Cost of insurance in France
The cost of your policy depends on your accident and claims record bonus-malus so, if you can, ask your previous insurer for documentary proof of your record. If you were last insured in the UK, your last renewal notice or a photocopy of your contract should be sufficient.
Proof of insurance is a little green tear off section that comes with your proof of coverage – carte verte – that must be clearly fixed to the windscreen of your vehicle. You will receive the carte verte when you take out a policy.
You are legally required to always carry the documentation proving that your vehicle is insured. So, along with your vehicle registration papers, you need to have your attestation d’assurance. Also needed is un constat amiable d’accident, an accident report sheet that you fill out in the event of an accident.
It is advisable not to leave these papers in the glove compartment. If the vehicle is stolen, or something happens to it while you are not there, and you cannot produce the documents for any reason, your insurer may not be required to honour the contract.
Who can drive your car?
Insurance in France tends to cover the vehicle – unlike in some countries like the UK, for example, where is covers the driver only – so make sure regular drivers are named in the insurance policy. Some policies contain restrictions as to whom may borrow the car, even temporarily. Even if it allows for third party drivers, there will be some restrictions according to age and frequency of use by other drivers. These are likely to be contained through ‘excesses’ that apply to other persons’ damages if the driver is under 25 years old or has less than three years driving experience.
If you are using your vehicle for work, you will need to declare this – especially important if this includes driving people around. As the risk is considered to be greater, your premium will be higher.
Motorbikes are treated similarly to cars, although there isn’t a no-claim bonus for mopeds.
What happens if you have a car accident in France?
If you have an accident, the first thing you need to do is fill out – in English if your French is not up to it – the accident report form. You need to give your insurance details and details of the accident – this does not apportion blame, just the facts. The constat amiable d’accident must then be signed by both yourself and the other party involved. It is a carbon copy sheet, and both parties send their copy back to their respective insurer to establish responsibility. If you do not understand what has been written by the other party do not sign the form as anything signed is taken as evidence.
The constat amiable is also available in electronic format, through the ‘e-constat’ app that you can download on your mobile device.
If two cars are involved, use either your constat amiable d’accident or that of the other party – only one form needs to be filled out. If more than two cars are involved, a separate form should be completed with each party.
If a driver refuses to sign the form, make a note of the vehicle registration number and take the details of any witnesses or police officers.
Once the form has been filled in, you have five days to return it to your insurer. If neither you or the other driver has a constat available then the report can be done by letter and sent to the respective insurance companies within five days. They will then analyse the evidence to assign responsibility.
French car insurance carries a no-claims bonus system. Some drivers offer to pay directly for damage they cause so as to avoid an increase in the cost of their policy. If you decide to accept such an offer, still fill in the constat amiable for back-up protection in case the other party defaults on the deal.
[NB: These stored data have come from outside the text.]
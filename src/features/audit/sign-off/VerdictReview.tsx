import type { ResourceLanguage } from 'i18next';
import { useTranslation } from 'react-i18next';
import { IslandRoot } from '../../../components/island/IslandRoot.tsx';
import type { Language } from '../../../i18n/languages.ts';
import { ReviewActions } from '../../trial/review/ReviewActions.tsx';
import { ReviewLine } from '../../trial/review/ReviewLine.tsx';
import { ReviewPart } from '../../trial/review/ReviewPart.tsx';
import { ReviewStanding } from '../../trial/review/ReviewStanding.tsx';
import { ReviewWorkContext, useReviewWorkOf } from '../../trial/review/review-context.tsx';
import type { PublicReview } from '../../trial/review.schema.ts';
import type { SignOffPart } from './sign-off-line.ts';

interface Props {
  readonly language: Language;
  readonly words: ResourceLanguage;
  readonly subject: PublicReview['subject'];
  readonly timeZone: string;
  readonly backHref: string;
  readonly review: PublicReview | null;
  readonly parts: readonly SignOffPart[];
}

function Lines({ subject, timeZone, backHref, review, parts }: Omit<Props, 'language' | 'words'>) {
  const { t } = useTranslation('audit-review');
  const work = useReviewWorkOf(review, { subject, timeZone, backHref });
  return (
    <ReviewWorkContext value={work}>
      <div className="grid grid-cols-[minmax(0,1fr)] gap-4">
        <ReviewStanding />
        {parts.map(({ title, lines }) => (
          <ReviewPart key={title} title={title}>
            {lines.map(({ place, label, words, href }) => (
              <ReviewLine key={place} label={label} place={place}>
                <p>{words}</p>
                {href !== null && (
                  <p>
                    <a href={href}>
                      {t('figures')}
                      <span className="sr-only">: {words}</span>
                    </a>
                  </p>
                )}
              </ReviewLine>
            ))}
          </ReviewPart>
        ))}
        <ReviewActions />
      </div>
    </ReviewWorkContext>
  );
}

/** A verdict, or its adoption, line by line for whoever signs it off: remark, approve, send back. */
export function VerdictReview({ language, words, ...rest }: Props) {
  return (
    <IslandRoot language={language} words={words}>
      <Lines {...rest} />
    </IslandRoot>
  );
}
Cancelling or changing providers
In France the process of cancelling your policy is quite formal, although it has relaxed a little compared to previous years. To cancel your insurance you must send the company a formal letter of cancellation résiliation by registered post. After the first year has elapsed, however, you can cancel at any time by mail, telephone, or email, and the new insurance company can even act on your behalf on the formalities of cancelling the existing policy.
Vehicle insurance for non-residents
If you do not live in France full-time you can use your existing insurance company but there are a few things to keep in mind. Check if your insurer will only cover third party while your foreign registered car is in France. It is advisable to extend your cover to full comprehensive. Also look into breakdown insurance as many companies offer packages with English-speaking assistance. As well as road-side assistance, other issues to consider include replacement parts and whether the costs of getting your car back home. should it be required.
Another option is a Green Card which is a legal document issued by car insurance companies and recognised within the EU. Although it is nota requirement to have one it is advisable to ask your car insurance company for one – you can never have too much documentation in France! There may be a small charge for this – it depends on the company.
A second car in France
If you have a second car in France it must have at least third party insurance and you must inform your insurance company when it is off the road. However, your insurance payments will continue during this time.